## WHAT YOU NEED TO DO
Among the records below, find the lines containing "filename" and state only how many there are.

++++++++++

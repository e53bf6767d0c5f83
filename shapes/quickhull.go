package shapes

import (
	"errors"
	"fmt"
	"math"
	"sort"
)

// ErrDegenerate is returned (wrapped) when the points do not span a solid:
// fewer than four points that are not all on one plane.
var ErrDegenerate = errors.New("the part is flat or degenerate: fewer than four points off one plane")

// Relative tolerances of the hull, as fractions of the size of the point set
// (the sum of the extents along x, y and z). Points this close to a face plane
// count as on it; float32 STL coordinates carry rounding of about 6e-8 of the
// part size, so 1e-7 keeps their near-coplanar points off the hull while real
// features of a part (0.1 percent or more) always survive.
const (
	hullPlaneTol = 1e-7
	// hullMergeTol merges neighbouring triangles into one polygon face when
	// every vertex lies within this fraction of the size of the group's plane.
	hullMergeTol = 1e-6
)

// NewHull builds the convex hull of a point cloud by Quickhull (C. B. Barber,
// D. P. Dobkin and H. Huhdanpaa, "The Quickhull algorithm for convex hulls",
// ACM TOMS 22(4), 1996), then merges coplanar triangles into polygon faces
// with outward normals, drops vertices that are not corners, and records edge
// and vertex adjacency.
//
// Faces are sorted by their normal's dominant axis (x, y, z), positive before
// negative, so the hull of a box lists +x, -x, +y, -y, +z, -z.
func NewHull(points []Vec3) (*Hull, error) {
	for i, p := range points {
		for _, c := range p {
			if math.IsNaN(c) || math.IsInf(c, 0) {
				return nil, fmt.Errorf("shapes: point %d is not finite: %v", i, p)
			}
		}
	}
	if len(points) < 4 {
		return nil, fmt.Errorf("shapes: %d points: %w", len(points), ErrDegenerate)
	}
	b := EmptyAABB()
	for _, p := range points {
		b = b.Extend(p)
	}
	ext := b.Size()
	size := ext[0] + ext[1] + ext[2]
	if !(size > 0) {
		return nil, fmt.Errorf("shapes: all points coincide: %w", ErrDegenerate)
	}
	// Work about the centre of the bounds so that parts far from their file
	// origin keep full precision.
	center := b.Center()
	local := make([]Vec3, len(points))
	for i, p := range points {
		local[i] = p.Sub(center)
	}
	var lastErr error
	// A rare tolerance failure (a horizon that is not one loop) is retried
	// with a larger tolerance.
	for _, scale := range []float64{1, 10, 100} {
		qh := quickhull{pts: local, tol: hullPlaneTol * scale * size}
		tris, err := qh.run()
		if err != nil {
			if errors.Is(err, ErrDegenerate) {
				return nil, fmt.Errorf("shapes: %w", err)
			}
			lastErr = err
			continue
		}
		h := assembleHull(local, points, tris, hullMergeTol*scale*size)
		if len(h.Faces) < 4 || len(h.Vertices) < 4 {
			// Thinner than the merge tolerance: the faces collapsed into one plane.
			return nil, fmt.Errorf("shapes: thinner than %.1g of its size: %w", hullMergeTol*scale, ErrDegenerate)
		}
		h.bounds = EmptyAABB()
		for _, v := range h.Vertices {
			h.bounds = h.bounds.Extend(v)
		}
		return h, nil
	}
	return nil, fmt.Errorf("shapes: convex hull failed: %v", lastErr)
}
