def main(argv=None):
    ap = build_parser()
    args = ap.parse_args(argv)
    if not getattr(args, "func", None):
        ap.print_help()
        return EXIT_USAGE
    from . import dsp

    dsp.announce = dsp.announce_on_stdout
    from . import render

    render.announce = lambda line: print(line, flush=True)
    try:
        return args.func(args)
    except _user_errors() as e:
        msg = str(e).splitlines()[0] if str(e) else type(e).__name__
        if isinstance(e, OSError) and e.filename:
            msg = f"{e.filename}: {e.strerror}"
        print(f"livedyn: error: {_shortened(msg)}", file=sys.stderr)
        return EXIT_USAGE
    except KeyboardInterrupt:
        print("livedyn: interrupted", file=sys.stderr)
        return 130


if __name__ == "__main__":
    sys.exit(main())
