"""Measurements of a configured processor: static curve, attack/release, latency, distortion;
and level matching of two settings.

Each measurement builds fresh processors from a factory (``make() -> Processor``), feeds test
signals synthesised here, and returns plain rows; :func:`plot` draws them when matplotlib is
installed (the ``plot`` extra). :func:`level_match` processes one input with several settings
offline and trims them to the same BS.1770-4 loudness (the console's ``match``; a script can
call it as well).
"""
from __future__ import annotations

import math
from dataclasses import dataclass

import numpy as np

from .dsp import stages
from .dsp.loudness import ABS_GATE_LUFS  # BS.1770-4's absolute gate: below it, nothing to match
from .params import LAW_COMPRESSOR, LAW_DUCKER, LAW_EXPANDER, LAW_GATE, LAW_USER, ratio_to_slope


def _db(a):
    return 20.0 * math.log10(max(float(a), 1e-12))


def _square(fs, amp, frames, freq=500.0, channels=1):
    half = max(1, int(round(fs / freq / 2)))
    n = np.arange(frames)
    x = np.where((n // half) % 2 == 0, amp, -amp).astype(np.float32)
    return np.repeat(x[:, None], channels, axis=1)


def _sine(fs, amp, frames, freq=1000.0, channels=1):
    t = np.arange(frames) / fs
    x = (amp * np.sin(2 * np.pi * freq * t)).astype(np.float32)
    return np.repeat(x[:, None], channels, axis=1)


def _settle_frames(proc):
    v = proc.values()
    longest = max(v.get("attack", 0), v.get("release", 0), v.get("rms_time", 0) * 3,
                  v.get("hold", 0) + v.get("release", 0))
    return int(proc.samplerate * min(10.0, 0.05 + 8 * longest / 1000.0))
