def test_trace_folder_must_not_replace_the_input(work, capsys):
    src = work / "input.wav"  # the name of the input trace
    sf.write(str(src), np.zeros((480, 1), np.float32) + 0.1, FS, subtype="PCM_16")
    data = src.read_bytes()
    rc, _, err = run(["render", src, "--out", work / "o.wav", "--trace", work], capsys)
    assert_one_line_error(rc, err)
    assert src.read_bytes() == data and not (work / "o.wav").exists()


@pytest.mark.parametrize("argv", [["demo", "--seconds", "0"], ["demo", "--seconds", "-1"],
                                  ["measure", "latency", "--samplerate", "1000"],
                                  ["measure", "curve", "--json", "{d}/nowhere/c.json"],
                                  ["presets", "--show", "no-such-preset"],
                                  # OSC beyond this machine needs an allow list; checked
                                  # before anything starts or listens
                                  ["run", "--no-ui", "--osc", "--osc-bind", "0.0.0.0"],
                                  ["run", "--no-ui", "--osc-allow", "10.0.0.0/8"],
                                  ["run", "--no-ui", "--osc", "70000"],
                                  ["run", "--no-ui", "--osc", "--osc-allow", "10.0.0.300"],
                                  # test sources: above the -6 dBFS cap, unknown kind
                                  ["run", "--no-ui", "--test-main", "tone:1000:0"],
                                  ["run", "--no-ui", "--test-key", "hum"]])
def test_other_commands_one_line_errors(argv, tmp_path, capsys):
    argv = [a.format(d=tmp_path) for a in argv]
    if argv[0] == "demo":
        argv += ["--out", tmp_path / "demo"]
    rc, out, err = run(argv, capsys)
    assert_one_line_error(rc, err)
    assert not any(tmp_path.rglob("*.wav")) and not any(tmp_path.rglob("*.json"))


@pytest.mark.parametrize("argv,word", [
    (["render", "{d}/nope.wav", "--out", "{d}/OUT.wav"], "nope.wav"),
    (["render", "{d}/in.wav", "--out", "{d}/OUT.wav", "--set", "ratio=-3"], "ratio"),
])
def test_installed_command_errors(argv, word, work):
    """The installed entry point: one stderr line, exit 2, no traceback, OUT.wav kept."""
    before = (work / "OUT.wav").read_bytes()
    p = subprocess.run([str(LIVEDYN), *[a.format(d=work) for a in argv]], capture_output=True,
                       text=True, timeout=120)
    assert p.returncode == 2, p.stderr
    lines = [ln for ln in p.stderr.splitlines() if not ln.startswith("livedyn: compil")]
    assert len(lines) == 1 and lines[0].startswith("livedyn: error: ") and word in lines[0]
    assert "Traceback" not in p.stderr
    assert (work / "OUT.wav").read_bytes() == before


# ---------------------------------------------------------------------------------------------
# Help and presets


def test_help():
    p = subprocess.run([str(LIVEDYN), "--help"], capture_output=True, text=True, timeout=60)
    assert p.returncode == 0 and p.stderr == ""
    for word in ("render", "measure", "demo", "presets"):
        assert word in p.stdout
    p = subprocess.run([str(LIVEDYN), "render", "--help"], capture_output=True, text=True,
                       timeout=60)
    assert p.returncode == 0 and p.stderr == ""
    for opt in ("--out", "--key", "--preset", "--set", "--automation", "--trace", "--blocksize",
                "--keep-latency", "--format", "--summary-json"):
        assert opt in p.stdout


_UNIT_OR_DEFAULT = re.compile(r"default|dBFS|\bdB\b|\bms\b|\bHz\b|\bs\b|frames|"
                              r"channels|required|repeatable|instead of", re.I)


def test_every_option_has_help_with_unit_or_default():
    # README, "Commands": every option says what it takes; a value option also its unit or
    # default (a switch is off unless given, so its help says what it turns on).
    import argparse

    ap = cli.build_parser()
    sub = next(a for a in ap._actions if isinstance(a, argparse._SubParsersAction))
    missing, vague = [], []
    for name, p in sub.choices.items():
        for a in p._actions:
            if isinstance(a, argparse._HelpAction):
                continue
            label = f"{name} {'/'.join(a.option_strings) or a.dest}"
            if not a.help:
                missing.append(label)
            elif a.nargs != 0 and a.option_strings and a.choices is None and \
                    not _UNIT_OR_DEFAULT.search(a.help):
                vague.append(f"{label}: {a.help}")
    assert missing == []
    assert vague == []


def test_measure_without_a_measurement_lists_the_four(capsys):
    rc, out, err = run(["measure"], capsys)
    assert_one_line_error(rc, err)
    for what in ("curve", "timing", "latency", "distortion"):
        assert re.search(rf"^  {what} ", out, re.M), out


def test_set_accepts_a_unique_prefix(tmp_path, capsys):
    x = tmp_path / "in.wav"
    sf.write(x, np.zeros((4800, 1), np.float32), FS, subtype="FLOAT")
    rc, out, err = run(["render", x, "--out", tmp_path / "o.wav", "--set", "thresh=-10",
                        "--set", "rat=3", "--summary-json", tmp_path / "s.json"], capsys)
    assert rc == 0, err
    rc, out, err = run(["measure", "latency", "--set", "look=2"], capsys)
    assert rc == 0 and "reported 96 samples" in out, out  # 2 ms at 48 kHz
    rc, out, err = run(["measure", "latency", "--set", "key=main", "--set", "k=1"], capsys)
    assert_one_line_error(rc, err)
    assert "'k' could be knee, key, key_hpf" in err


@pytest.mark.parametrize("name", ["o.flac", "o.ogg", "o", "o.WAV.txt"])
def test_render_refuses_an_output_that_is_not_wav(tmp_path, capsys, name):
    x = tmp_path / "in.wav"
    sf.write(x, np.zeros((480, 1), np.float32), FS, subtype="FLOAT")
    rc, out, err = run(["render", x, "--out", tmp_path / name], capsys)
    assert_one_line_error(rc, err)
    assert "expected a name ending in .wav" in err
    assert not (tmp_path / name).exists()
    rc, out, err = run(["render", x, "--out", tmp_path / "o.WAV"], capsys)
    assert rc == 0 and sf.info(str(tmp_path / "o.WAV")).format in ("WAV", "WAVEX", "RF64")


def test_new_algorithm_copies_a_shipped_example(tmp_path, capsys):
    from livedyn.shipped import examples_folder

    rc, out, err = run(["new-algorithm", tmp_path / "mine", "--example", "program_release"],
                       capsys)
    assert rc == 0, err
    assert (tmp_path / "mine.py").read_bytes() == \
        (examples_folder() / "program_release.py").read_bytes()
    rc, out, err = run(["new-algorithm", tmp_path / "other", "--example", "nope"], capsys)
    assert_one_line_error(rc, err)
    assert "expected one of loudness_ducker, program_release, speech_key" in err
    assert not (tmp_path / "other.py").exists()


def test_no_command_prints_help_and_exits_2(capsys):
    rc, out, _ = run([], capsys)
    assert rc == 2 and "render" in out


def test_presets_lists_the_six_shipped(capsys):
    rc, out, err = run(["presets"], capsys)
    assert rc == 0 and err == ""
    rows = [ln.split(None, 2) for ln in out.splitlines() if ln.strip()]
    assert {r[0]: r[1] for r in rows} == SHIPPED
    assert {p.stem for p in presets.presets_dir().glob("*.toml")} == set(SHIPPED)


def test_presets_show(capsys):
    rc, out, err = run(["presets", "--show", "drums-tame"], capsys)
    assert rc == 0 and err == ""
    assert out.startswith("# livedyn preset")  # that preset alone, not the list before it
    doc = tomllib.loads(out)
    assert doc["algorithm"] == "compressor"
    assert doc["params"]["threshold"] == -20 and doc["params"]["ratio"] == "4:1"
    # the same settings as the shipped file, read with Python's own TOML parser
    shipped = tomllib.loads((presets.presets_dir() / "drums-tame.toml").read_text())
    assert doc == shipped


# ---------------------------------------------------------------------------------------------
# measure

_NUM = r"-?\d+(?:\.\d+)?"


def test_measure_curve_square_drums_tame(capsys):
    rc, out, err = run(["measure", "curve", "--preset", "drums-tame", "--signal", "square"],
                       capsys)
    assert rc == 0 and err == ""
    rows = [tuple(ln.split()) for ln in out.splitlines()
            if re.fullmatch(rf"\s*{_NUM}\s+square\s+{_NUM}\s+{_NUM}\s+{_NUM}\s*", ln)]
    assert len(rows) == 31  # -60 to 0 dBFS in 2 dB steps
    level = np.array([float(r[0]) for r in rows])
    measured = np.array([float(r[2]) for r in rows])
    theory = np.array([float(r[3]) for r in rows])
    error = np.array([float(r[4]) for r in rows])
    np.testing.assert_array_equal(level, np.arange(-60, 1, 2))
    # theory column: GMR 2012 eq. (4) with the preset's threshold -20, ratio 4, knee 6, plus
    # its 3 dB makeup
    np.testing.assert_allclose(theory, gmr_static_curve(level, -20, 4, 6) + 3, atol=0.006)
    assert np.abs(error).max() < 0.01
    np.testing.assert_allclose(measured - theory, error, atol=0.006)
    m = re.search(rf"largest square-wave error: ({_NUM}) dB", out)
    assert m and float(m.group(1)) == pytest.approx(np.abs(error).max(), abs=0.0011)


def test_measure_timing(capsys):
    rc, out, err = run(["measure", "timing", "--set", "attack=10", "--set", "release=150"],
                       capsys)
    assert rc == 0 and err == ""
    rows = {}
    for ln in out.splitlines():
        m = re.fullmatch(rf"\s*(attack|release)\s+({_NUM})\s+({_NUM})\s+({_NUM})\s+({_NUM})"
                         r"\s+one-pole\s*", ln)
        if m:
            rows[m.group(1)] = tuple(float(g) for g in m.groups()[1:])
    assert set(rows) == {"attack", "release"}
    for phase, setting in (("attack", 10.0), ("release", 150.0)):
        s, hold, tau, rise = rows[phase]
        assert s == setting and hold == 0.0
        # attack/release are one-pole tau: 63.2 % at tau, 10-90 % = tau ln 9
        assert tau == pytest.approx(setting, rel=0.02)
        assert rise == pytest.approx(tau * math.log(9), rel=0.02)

++++++++++

## SOLUTION FOR THIS TASK
3